Stored items from a collection:
# # #
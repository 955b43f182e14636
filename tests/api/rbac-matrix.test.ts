import request from 'supertest';
import { beforeEach, describe, expect, it } from 'vitest';
import { Link, Neighbourhood, Node, Radio, Site, User } from '../../server/models';
import { buildUser, call, signIn, useApi } from '../helpers/api';
import { buildLink, buildNeighbourhood, buildNode, buildRadio, buildSite } from '../helpers/factories';

/*
 * Who may do what, cell by cell: every role against every inventory resource and every action,
 * on a record in neighbourhood A. Each case builds its own small world on an emptied database,
 * so a list shows exactly the records the role may read.
 */

type Role = 'admin' | 'operatorA' | 'operatorB' | 'hostA' | 'hostOfNothing' | 'signedOut';
type Resource = 'neighbourhoods' | 'sites' | 'nodes' | 'radios' | 'links' | 'users';
type Action = 'list' | 'read' | 'create' | 'update' | 'delete';

const ROLES: Role[] = ['admin', 'operatorA', 'operatorB', 'hostA', 'hostOfNothing', 'signedOut'];
const WHO: Record<Role, string> = {
  admin: 'an admin',
  operatorA: 'an operator of hood A',
  operatorB: 'an operator of hood B',
  hostA: 'the host of a site in hood A',
  hostOfNothing: 'a host of nothing',
  signedOut: 'a signed-out caller',
};
const DOING: Record<Action, string> = { list: 'listing', read: 'reading', create: 'creating', update: 'updating', delete: 'deleting' };
const WHAT: Record<Resource, Record<Action, string>> = {
  neighbourhoods: { list: 'neighbourhoods', read: 'hood A', create: 'a neighbourhood', update: 'hood A', delete: 'hood A (which still has sites)' },
  sites: { list: 'sites', read: 'a site in hood A', create: 'a site in hood A', update: 'a site in hood A', delete: 'an empty site in hood A' },
  nodes: { list: 'nodes', read: 'a node in hood A', create: 'a node on a site in hood A', update: 'a node in hood A', delete: 'a node in hood A' },
  radios: { list: 'radios', read: 'a radio in hood A', create: 'a radio on a node in hood A', update: 'a radio in hood A', delete: 'a radio in hood A' },
  links: { list: 'links', read: 'a link inside hood A', create: 'a link inside hood A', update: 'a link inside hood A', delete: 'a link inside hood A' },
  users: {
    list: 'people',
    read: 'the host of a site in hood A',
    create: 'a person',
    update: 'the host of a site in hood A',
    delete: 'the host of a site in hood A',
  },
};

/** Records every list may return, by name; lists below name the ones each role reads. */
type Named =
  | 'hoodA'
  | 'hoodB'
  | 'siteA'
  | 'siteA2'
  | 'siteB'
  | 'nodeA1'
  | 'nodeA2'
  | 'nodeB'
  | 'radioA1'
  | 'radioA2'
  | 'radioA3'
  | 'radioB1'
  | 'radioB2'
  | 'linkA'
  | 'linkB'
  | 'linkAB'
  | Role;

// [list (ids or a status), read, create, update, delete] per role; lists name what comes back with 200.
type Row = [Named[] | number, number, number, number, number];
const MATRIX: Record<Resource, Record<Role, Row>> = {
  neighbourhoods: {
    admin: [['hoodA', 'hoodB'], 200, 201, 200, 409],
    operatorA: [['hoodA'], 200, 403, 403, 403],
    operatorB: [['hoodB'], 404, 403, 404, 404],
    hostA: [['hoodA'], 200, 403, 403, 403],
    hostOfNothing: [[], 404, 403, 404, 404],
    signedOut: [401, 401, 401, 401, 401],
  },
  sites: {
    admin: [['siteA', 'siteA2', 'siteB'], 200, 201, 200, 204],
    operatorA: [['siteA', 'siteA2'], 200, 201, 200, 204],
    operatorB: [['siteB'], 404, 404, 404, 404],
    hostA: [['siteA', 'siteA2'], 200, 403, 403, 403],
    hostOfNothing: [[], 404, 404, 404, 404],
    signedOut: [401, 401, 401, 401, 401],
  },
  nodes: {
    admin: [['nodeA1', 'nodeA2', 'nodeB'], 200, 201, 200, 204],
    operatorA: [['nodeA1', 'nodeA2'], 200, 201, 200, 204],
    operatorB: [['nodeB'], 404, 404, 404, 404],
    hostA: [['nodeA1', 'nodeA2'], 200, 403, 403, 403],
    hostOfNothing: [[], 404, 404, 404, 404],
    signedOut: [401, 401, 401, 401, 401],
  },
  radios: {
    admin: [['radioA1', 'radioA2', 'radioA3', 'radioB1', 'radioB2'], 200, 201, 200, 204],
    operatorA: [['radioA1', 'radioA2', 'radioA3'], 200, 201, 200, 204],
    operatorB: [['radioB1', 'radioB2'], 404, 404, 404, 404],
    hostA: [['radioA1', 'radioA2', 'radioA3'], 200, 403, 403, 403],
    hostOfNothing: [[], 404, 404, 404, 404],
    signedOut: [401, 401, 401, 401, 401],
  },
  links: {
    admin: [['linkA', 'linkB', 'linkAB'], 200, 201, 200, 204],
    operatorA: [['linkA', 'linkAB'], 200, 201, 200, 204],
    operatorB: [['linkB', 'linkAB'], 404, 404, 404, 404],
    // Hosts read no links, but may read both radios, so adding one is refused rather than hidden.
    hostA: [[], 404, 403, 404, 404],
    hostOfNothing: [[], 404, 404, 404, 404],
    signedOut: [401, 401, 401, 401, 401],
  },
  users: {
    admin: [['admin', 'operatorA', 'operatorB', 'hostA', 'hostOfNothing'], 200, 201, 200, 204],
    operatorA: [403, 403, 403, 403, 403],
    operatorB: [403, 403, 403, 403, 403],
    hostA: [403, 403, 403, 403, 403],
    hostOfNothing: [403, 403, 403, 403, 403],
    signedOut: [401, 401, 401, 401, 401],
  },
};

const ACTIONS: Action[] = ['list', 'read', 'create', 'update', 'delete'];
const CREATED: Record<Action, number> = { list: 200, read: 200, create: 201, update: 200, delete: 204 };

interface Case {
  role: Role;
  resource: Resource;
  action: Action;
  status: number;
  listed?: Named[];
}
const cases: [string, Case][] = [];
for (const resource of Object.keys(MATRIX) as Resource[]) {
  for (const role of ROLES) {
    MATRIX[resource][role].forEach((cell, i) => {
      const action = ACTIONS[i];
      const listed = Array.isArray(cell) ? cell : undefined;
      const status = listed ? 200 : (cell as number);
      const outcome = listed ? `200 with ${listed.length ? listed.join(', ') : 'nothing'}` : String(status);
      cases.push([`${WHO[role]} ${DOING[action]} ${WHAT[resource][action]} gets ${outcome}`, { role, resource, action, status, listed }]);
    });
  }
}

describe('role-based access matrix', () => {
  const ctx = useApi();
  // Deleting a few small tables is much quicker than TRUNCATE, which 180 cases would feel.
  beforeEach(async () => {
    await ctx.sequelize.query(
      'DELETE FROM links; DELETE FROM radios; DELETE FROM nodes; DELETE FROM sites; ' +
        'DELETE FROM operator_assignments; DELETE FROM neighbourhoods; DELETE FROM users;',
    );
  });

  /** Two neighbourhoods with sites, nodes, radios and links, and one person per role. */
  async function buildWorld() {
    const people = {
      admin: await buildUser({ role: 'admin' }),
      operatorA: await buildUser({ role: 'operator' }),
      operatorB: await buildUser({ role: 'operator' }),
      hostA: await buildUser({ role: 'host', phone: '+00 555 0142' }),
      hostOfNothing: await buildUser({ role: 'host' }),
    };
    const hoodA = await buildNeighbourhood({ name: 'Hood A', operators: [people.operatorA] });
    const hoodB = await buildNeighbourhood({ name: 'Hood B', operators: [people.operatorB] });
    const siteA = await buildSite({ neighbourhoodId: hoodA.id, hostUserId: people.hostA.id });
    const siteA2 = await buildSite({ neighbourhoodId: hoodA.id, hostUserId: people.hostA.id });
    const siteB = await buildSite({ neighbourhoodId: hoodB.id });
    const nodeA1 = await buildNode({ siteId: siteA.id });
    const nodeA2 = await buildNode({ siteId: siteA.id });
    const nodeB = await buildNode({ siteId: siteB.id });
    const radioA1 = await buildRadio({ nodeId: nodeA1.id });
    const radioA2 = await buildRadio({ nodeId: nodeA2.id });
    const radioA3 = await buildRadio({ nodeId: nodeA2.id, iface: 'wlan1' });
    const radioB1 = await buildRadio({ nodeId: nodeB.id });
    const radioB2 = await buildRadio({ nodeId: nodeB.id, iface: 'wlan1' });
    const linkA = await buildLink({ radioAId: radioA1.id, radioBId: radioA2.id });
    const linkB = await buildLink({ radioAId: radioB1.id, radioBId: radioB2.id });
    const linkAB = await buildLink({ radioAId: radioA2.id, radioBId: radioB1.id });
    const records = { hoodA, hoodB, siteA, siteA2, siteB, nodeA1, nodeA2, nodeB, radioA1, radioA2, radioA3, radioB1, radioB2, linkA, linkB, linkAB };
    const idOf = (name: Named): number => (name in people ? people[name as keyof typeof people] : records[name as keyof typeof records]).id;
    return { people, records, idOf };
  }

  type World = Awaited<ReturnType<typeof buildWorld>>;

  /** The record each action aims at, and what a create sends. */
  function target(world: World, resource: Resource, action: Action) {
    const { records: r, people } = world;
    const spec = {
      neighbourhoods: { model: Neighbourhood, id: r.hoodA.id, create: { name: 'Fresh Hood' }, update: { description: 'Changed' } },
      sites: {
        model: Site,
        id: action === 'delete' ? r.siteA2.id : r.siteA.id,
        create: { name: 'Fresh Site', neighbourhoodId: r.hoodA.id, latitude: 47.6, longitude: -38.4 },
        update: { accessNotes: 'Changed' },
      },
      nodes: { model: Node, id: r.nodeA1.id, create: { name: 'fresh-node', siteId: r.siteA.id }, update: { firmware: 'changed' } },
      radios: {
        model: Radio,
        id: action === 'delete' ? r.radioA3.id : r.radioA1.id,
        create: {
          nodeId: r.nodeA1.id,
          iface: 'wlan5',
          band: '5',
          channel: 36,
          channelWidthMHz: 20,
          txPowerDbm: 10,
          antennaGainDbi: 5,
          role: 'mesh',
          encryption: 'none',
        },
        update: { txPowerDbm: 12 },
      },
      links: { model: Link, id: r.linkA.id, create: { radioAId: r.radioA1.id, radioBId: r.radioA3.id }, update: { status: 'live' } },
      users: {
        model: User,
        id: people.hostA.id,
        create: { email: 'fresh.person@example.test', name: 'Fresh Person', role: 'host', password: 'a-long-fresh-password' },
        update: { phone: '+00 555 0999' },
      },
    }[resource];
    return spec as { model: { findByPk(id: number): Promise<unknown> }; id: number; create: object; update: object };
  }

  it.each(cases)('%s', async (_title, { role, resource, action, status, listed }) => {
    const world = await buildWorld();
    const agent = role === 'signedOut' ? request(ctx.app) : await signIn(ctx, world.people[role]);
    const { model, id, create, update } = target(world, resource, action);
    const base = `/api/v1/${resource}`;
    const res =
      action === 'list'
        ? await call(agent, 'get', `${base}?pageSize=500`)
        : action === 'read'
          ? await call(agent, 'get', `${base}/${id}`)
          : action === 'create'
            ? await call(agent, 'post', base, create)
            : action === 'update'
              ? await call(agent, 'patch', `${base}/${id}`, update)
              : await call(agent, 'delete', `${base}/${id}`);

    expect(res.status, JSON.stringify(res.body)).toBe(status);
    const code = { 401: 'not_signed_in', 403: 'forbidden', 404: 'not_found', 409: 'in_use' }[status];
    if (code) expect(res.body.error.code).toBe(code);
    if (listed) {
      expect(res.body.data.map((row: { id: number }) => row.id).sort((a: number, b: number) => a - b)).toEqual(listed.map(world.idOf).sort((a, b) => a - b));
      expect(res.body.pagination.total).toBe(listed.length);
    }
    if (action === 'delete') {
      // A refused delete leaves the record; an allowed one removes it.
      expect(Boolean(await model.findByPk(id))).toBe(status !== CREATED.delete);
    }
    if (res.status === 404) expect(res.body.error.message).toMatch(/^(Neighbourhood|Site|Node|Radio|Link) \d+ was not found\.$/);
  });
});
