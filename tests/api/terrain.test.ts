import request from 'supertest';
import { describe, expect, it } from 'vitest';
import geographiclib from 'geographiclib-geodesic';
import { buildUser, call, signIn, useApi, type Agent } from '../helpers/api';

// Synthetic SRTM tiles made here (never real data): 1201 × 1201 big-endian int16, rows north to south (REFERENCES SRTM).
const N = 1201;
function tile(height: (row: number, col: number) => number): Buffer {
  const buf = Buffer.alloc(N * N * 2);
  for (let r = 0; r < N; r++) for (let c = 0; c < N; c++) buf.writeInt16BE(height(r, c), (r * N + c) * 2);
  return buf;
}
/** A plain at 100 m with a 400 m ridge along longitude 8.5 (column 600) from row 0 to the bottom. */
const ridge = tile((_r, c) => (Math.abs(c - 600) <= 2 ? 400 : 100));
const flat = (m: number) => tile(() => m);

const radio = {
  freqMHz: 5500,
  channelWidthMHz: 20,
  txPowerDbm: 18,
  txAntennaGainDbi: 23,
  txCableLossDb: 0,
  rxAntennaGainDbi: 23,
  rxCableLossDb: 0,
  region: 'EU',
};

describe('terrain tiles and link budgets over real ground', () => {
  const ctx = useApi();
  const upload = (agent: Agent, bytes: Buffer, name: string) => agent.post('/api/v1/terrain/tiles').set('X-CSRF-Token', agent.csrf).attach('tile', bytes, name);

  it('401 signed out, 403 for operators uploading, 400 for bad tiles with a reason, 201 then listed and deleted', async () => {
    expect((await request(ctx.app).get('/api/v1/terrain/tiles')).status).toBe(401);
    const op = await signIn(ctx, await buildUser({ role: 'operator' }));
    const opUp = await upload(op, flat(5), 'N47E008.hgt');
    expect(opUp.status).toBe(403);
    expect(opUp.body.error.message).toBe('Only admins upload terrain tiles.');

    const admin = await signIn(ctx, await buildUser({ role: 'admin' }));
    const wrongSize = await upload(admin, Buffer.alloc(1000), 'N47E008.hgt');
    expect(wrongSize.status).toBe(400);
    expect(wrongSize.body.error.message).toMatch(/is 1,000 bytes; an SRTM tile is 2,884,802 bytes/);
    const wrongName = await upload(admin, flat(5), 'valley.hgt');
    expect(wrongName.status).toBe(400);
    expect(wrongName.body.error.message).toMatch(/named after its south-west corner, like N47W039\.hgt/);
    const voids = await upload(
      admin,
      tile(() => -32768),
      'N47E008.hgt',
    );
    expect(voids.status).toBe(400);
    expect(voids.body.error.message).toMatch(/every sample is void/);
    const swapped = await upload(
      admin,
      tile(() => 0x6400),
      'N47E008.hgt',
    ); // 25600 m: 100 m written little-endian
    expect(swapped.status).toBe(400);
    expect(swapped.body.error.message).toMatch(/not a big-endian SRTM tile/);
    const none = await admin.post('/api/v1/terrain/tiles').set('X-CSRF-Token', admin.csrf).send({});
    expect(none.status).toBe(400);

    const ok = await upload(admin, ridge, 'n47e008.hgt');
    expect(ok.status).toBe(201);
    expect(ok.body.data).toMatchObject({ name: 'N47E008', south: 47, west: 8, samplesPerSide: 1201 });
    const list = await call(op, 'get', '/api/v1/terrain/tiles');
    expect(list.body.data.map((t: { name: string }) => t.name)).toEqual(['N47E008']);
    expect((await call(op, 'delete', '/api/v1/terrain/tiles/N47E008')).status).toBe(403);
    expect((await call(admin, 'delete', '/api/v1/terrain/tiles/N47E008')).status).toBe(204);
    expect((await call(admin, 'delete', '/api/v1/terrain/tiles/N47E008')).status).toBe(404);
    expect((await call(admin, 'delete', '/api/v1/terrain/tiles/..%2Fetc')).status).toBe(400);
  });

  it('takes the ground from the tiles (bilinear), fills missing end elevations and finds the ridge', async () => {
    const admin = await signIn(ctx, await buildUser({ role: 'admin' }));
    expect((await upload(admin, ridge, 'N47E008.hgt')).status).toBe(201);
    const op = await signIn(ctx, await buildUser({ role: 'operator' }));
    // West to east across the ridge at 8.5° E: 8.45 → 8.55 at 47.5° N, masts 20 m.
    const body = { ...radio, terrain: true, a: { lat: 47.5, lon: 8.45, heightM: 20 }, b: { lat: 47.5, lon: 8.55, heightM: 20 } };
    const res = await call(op, 'post', '/api/v1/planning/link-budget', body);
    expect(res.status).toBe(200);
    expect(res.body.terrainUsed).toBe(true);
    expect(res.body.profile.length).toBeGreaterThanOrEqual(101); // API.md: ≥ 100 points
    expect(res.body.profile[0].groundM).toBe(100);
    expect(Math.max(...res.body.profile.map((p: { groundM: number }) => p.groundM))).toBeGreaterThan(390); // the ridge, 400 m
    const dKm = (geographiclib.Geodesic.WGS84.Inverse(47.5, 8.45, 47.5, 8.55).s12 ?? NaN) / 1000; // GeographicLib, outside check
    expect(res.body.distanceKm).toBeCloseTo(dKm, 3);
    expect(res.body.lineOfSight).toMatchObject({ clear: false, blockedBy: 'ground' });
    expect(res.body.lineOfSight.atDistanceKm).toBeCloseTo(dKm / 2, 1); // the ridge is mid-path
    expect(res.body.lineOfSight.worstClearanceM).toBeLessThan(-270); // line at 120 m, ridge 400 m
    expect(res.body.warnings.join(' ')).toMatch(/Line of sight blocked/);

    // Without terrain the same body sees flat ground at 0 m and a clear path.
    const plain = await call(op, 'post', '/api/v1/planning/link-budget', { ...body, terrain: false });
    expect(plain.body.terrainUsed).toBe(false);
    expect(plain.body.lineOfSight.clear).toBe(true);
  });

  it('bilinear: halfway between samples of 100 m and 400 m reads 250 m', async () => {
    const admin = await signIn(ctx, await buildUser({ role: 'admin' }));
    // West half 100 m, east half 400 m, the step between columns 600 and 601.
    expect(
      (
        await upload(
          admin,
          tile((_r, c) => (c <= 600 ? 100 : 400)),
          'N10E010.hgt',
        )
      ).status,
    ).toBe(201);
    const col = 600.5 / (N - 1); // halfway between columns 600 and 601
    const res = await call(admin, 'post', '/api/v1/planning/link-budget', {
      ...radio,
      terrain: true,
      a: { lat: 10.5, lon: 10 + col, heightM: 10 },
      b: { lat: 10.6, lon: 10 + col, heightM: 10 },
    });
    expect(res.status).toBe(200);
    for (const p of res.body.profile) expect(p.groundM).toBeCloseTo(250, 0);
  });

  it('a path leaving the tiles is a 400 naming the missing tile; nothing is a 500', async () => {
    const admin = await signIn(ctx, await buildUser({ role: 'admin' }));
    expect((await upload(admin, flat(50), 'N47E008.hgt')).status).toBe(201);
    const res = await call(admin, 'post', '/api/v1/planning/link-budget', {
      ...radio,
      terrain: true,
      a: { lat: 47.9, lon: 8.9, heightM: 10 },
      b: { lat: 48.05, lon: 9.05, heightM: 10 },
    });
    expect(res.status).toBe(400);
    expect(res.body.error.code).toBe('terrain_not_covered');
    expect(res.body.error.message).toMatch(/missing .*N48E009\.hgt/);
    // Far north a degree of longitude is about 37 km: 480 km east–west at 70.5° N crosses 13 tiles, more than the 8 allowed.
    const long = await call(admin, 'post', '/api/v1/planning/link-budget', {
      ...radio,
      terrain: true,
      a: { lat: 70.5, lon: 10.05, heightM: 30 },
      b: { lat: 70.5, lon: 22.95, heightM: 30 },
    });
    expect(long.status).toBe(400);
    expect(long.body.error.message).toMatch(/crosses 13 elevation tiles/);
    const dist = await call(admin, 'post', '/api/v1/planning/link-budget', { ...radio, terrain: true, distanceKm: 3 });
    expect(dist.status).toBe(400);
    expect(dist.body.error.details).toEqual([{ path: 'terrain', message: 'terrain needs sites a and b, not distanceKm' }]);
  });
});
# # #
Task brief —
Taking every line of the records above into account, tally those that contain "phone" and give only the total.

Task output —
2